╔══

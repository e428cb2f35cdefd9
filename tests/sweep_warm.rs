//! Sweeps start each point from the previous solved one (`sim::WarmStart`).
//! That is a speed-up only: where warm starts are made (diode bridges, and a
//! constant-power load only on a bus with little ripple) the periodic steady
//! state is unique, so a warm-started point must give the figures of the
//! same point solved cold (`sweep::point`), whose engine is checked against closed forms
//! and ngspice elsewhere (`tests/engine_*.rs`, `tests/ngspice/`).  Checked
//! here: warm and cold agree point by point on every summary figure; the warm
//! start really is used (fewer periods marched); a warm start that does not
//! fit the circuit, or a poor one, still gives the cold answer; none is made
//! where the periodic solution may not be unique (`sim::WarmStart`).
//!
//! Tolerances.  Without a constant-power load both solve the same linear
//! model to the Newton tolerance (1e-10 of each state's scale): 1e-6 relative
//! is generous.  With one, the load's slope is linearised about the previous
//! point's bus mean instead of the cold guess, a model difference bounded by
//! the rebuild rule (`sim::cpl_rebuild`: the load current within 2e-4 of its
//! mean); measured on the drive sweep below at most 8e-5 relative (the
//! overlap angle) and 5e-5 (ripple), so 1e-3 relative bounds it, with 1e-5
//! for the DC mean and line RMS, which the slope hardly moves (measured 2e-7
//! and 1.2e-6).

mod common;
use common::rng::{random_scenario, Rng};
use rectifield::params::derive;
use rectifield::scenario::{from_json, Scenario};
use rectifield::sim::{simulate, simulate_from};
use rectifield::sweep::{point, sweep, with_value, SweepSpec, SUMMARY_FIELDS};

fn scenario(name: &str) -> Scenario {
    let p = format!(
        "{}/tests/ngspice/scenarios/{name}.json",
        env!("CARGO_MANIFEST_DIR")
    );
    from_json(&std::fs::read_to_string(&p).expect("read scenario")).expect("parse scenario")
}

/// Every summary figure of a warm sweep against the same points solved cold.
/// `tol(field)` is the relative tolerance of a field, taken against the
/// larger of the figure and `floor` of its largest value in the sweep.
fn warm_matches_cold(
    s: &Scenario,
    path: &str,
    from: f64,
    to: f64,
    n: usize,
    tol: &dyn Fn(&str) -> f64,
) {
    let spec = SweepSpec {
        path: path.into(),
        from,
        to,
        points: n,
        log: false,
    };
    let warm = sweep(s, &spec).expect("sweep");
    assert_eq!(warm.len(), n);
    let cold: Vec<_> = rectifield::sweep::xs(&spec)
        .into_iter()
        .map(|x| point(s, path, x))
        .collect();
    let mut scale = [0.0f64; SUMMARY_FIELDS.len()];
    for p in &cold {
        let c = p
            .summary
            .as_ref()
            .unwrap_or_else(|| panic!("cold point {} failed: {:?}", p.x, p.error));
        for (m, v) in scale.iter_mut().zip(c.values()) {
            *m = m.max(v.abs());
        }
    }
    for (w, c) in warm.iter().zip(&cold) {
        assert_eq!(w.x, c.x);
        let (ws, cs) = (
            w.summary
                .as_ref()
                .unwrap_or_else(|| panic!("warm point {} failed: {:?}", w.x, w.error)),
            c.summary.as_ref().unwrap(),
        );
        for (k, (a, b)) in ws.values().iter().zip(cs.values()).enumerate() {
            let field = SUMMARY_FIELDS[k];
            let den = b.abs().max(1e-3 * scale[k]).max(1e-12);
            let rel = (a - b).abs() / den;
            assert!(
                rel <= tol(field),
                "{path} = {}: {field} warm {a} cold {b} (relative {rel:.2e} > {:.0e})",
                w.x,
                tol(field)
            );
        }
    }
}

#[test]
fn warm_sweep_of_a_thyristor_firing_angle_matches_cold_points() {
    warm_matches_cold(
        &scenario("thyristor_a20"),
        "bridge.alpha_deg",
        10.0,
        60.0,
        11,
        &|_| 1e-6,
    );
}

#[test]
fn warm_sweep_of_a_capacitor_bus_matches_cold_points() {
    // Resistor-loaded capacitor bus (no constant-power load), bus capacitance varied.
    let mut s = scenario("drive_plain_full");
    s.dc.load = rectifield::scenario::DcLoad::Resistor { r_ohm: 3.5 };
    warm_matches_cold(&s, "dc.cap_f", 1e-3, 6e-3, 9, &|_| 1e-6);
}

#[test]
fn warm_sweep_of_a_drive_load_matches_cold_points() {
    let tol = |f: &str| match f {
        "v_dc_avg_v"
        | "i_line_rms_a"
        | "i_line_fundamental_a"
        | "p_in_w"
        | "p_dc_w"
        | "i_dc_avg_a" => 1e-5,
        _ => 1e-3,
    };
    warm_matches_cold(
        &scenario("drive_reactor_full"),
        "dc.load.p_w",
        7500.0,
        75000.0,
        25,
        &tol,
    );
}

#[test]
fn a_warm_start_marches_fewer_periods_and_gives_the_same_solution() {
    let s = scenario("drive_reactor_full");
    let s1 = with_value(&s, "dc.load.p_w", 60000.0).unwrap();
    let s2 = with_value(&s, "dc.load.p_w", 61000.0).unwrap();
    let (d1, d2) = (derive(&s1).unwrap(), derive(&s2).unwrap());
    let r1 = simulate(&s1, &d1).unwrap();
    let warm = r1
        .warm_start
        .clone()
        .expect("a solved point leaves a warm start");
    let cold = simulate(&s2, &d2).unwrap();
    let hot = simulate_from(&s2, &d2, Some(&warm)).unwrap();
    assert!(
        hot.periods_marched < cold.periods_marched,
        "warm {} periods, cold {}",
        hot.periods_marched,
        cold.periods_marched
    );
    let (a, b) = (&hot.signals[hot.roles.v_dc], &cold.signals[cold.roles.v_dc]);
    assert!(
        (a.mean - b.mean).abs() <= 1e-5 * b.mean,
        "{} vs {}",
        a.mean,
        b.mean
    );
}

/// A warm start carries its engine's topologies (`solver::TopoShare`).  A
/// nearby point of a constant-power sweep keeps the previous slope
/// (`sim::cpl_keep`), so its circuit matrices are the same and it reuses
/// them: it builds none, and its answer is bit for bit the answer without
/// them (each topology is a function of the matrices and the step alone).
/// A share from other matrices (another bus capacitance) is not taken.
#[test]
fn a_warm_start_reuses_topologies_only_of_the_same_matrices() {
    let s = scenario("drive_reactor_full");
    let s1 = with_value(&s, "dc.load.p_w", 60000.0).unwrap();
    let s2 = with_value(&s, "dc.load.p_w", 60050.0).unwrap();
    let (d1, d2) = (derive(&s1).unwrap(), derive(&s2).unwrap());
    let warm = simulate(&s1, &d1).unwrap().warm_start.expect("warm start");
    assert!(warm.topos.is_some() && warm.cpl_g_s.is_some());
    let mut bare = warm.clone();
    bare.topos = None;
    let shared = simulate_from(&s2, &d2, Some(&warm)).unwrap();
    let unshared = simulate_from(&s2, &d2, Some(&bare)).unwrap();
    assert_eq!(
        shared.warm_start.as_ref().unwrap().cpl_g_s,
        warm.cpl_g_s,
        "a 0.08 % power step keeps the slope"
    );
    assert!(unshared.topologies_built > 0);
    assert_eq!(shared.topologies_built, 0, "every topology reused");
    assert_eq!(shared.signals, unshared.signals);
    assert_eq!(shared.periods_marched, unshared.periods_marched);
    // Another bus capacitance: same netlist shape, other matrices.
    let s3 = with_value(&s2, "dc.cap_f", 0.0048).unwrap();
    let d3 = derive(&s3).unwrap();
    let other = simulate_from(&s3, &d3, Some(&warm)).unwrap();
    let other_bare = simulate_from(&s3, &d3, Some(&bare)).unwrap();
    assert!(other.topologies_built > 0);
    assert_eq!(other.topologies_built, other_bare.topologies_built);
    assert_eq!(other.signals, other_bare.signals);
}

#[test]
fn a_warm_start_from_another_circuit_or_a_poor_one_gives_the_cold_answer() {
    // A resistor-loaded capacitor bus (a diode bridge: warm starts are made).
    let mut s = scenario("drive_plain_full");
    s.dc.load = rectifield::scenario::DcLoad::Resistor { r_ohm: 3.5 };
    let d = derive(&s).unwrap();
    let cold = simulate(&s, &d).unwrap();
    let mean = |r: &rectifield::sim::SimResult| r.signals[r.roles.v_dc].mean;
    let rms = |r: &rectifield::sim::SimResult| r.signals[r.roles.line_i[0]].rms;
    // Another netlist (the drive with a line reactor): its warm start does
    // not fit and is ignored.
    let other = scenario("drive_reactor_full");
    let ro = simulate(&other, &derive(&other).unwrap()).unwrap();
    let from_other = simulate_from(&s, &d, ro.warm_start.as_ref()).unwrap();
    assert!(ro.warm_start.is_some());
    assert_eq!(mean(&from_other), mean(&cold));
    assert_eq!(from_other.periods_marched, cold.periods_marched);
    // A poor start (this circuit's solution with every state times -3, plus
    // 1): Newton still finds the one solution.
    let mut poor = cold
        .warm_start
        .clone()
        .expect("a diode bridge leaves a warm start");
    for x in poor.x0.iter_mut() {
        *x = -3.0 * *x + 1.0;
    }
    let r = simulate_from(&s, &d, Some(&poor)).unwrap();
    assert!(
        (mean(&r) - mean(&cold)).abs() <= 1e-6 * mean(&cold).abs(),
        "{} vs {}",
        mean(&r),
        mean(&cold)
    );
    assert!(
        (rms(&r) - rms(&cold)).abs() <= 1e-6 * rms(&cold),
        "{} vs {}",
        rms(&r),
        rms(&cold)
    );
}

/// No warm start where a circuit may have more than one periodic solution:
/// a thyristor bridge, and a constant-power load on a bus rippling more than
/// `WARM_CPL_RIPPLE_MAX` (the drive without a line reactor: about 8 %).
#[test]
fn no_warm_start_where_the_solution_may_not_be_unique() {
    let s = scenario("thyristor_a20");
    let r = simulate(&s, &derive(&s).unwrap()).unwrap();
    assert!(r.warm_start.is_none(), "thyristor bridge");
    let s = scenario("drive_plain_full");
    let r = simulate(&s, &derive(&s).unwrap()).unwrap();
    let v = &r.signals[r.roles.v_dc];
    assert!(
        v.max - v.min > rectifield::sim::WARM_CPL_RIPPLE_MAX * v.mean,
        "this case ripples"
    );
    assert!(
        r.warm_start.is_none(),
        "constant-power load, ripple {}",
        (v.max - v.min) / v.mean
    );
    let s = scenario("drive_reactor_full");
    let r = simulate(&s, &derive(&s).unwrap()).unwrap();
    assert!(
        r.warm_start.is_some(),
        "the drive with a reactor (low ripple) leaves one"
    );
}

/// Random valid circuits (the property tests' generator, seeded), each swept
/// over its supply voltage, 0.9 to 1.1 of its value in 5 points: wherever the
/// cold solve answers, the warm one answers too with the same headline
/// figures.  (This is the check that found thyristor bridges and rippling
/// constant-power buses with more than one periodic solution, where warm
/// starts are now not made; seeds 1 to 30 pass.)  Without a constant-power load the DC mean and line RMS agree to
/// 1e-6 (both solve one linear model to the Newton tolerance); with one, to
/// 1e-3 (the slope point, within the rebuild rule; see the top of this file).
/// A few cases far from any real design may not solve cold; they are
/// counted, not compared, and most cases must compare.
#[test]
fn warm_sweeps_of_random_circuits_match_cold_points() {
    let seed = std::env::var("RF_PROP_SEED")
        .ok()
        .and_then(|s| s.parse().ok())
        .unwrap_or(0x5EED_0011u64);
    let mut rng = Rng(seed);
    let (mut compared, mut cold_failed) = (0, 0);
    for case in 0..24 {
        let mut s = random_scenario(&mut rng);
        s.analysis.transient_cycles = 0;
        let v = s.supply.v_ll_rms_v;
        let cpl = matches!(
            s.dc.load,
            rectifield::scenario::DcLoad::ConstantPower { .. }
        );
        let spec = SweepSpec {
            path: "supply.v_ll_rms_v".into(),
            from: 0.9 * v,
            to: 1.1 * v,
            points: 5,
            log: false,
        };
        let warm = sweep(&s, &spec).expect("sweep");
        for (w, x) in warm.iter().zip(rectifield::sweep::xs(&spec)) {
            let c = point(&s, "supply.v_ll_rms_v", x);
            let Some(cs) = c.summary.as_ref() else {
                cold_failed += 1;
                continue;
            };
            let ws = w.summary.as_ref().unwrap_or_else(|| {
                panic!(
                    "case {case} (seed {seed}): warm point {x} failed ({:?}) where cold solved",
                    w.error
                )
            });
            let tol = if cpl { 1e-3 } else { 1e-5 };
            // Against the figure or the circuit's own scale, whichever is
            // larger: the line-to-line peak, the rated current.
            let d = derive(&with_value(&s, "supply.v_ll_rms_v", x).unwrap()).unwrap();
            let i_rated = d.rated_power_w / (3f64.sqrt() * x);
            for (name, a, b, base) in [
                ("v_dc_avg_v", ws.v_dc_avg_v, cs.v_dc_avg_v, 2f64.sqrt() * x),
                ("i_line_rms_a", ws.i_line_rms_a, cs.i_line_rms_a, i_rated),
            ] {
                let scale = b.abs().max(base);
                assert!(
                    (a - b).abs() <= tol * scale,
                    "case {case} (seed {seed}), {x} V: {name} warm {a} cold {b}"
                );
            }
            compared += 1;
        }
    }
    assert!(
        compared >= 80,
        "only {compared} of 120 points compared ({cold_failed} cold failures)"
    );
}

╚══

## TASK DESCRIPTION
Go through the records and gather the lines that hold "previous".

## RESULT FOR THIS TASK
//! Sweeps start each point from the previous solved one (`sim::WarmStart`).
//! is generous.  With one, the load's slope is linearised about the previous
/// nearby point of a constant-power sweep keeps the previous slope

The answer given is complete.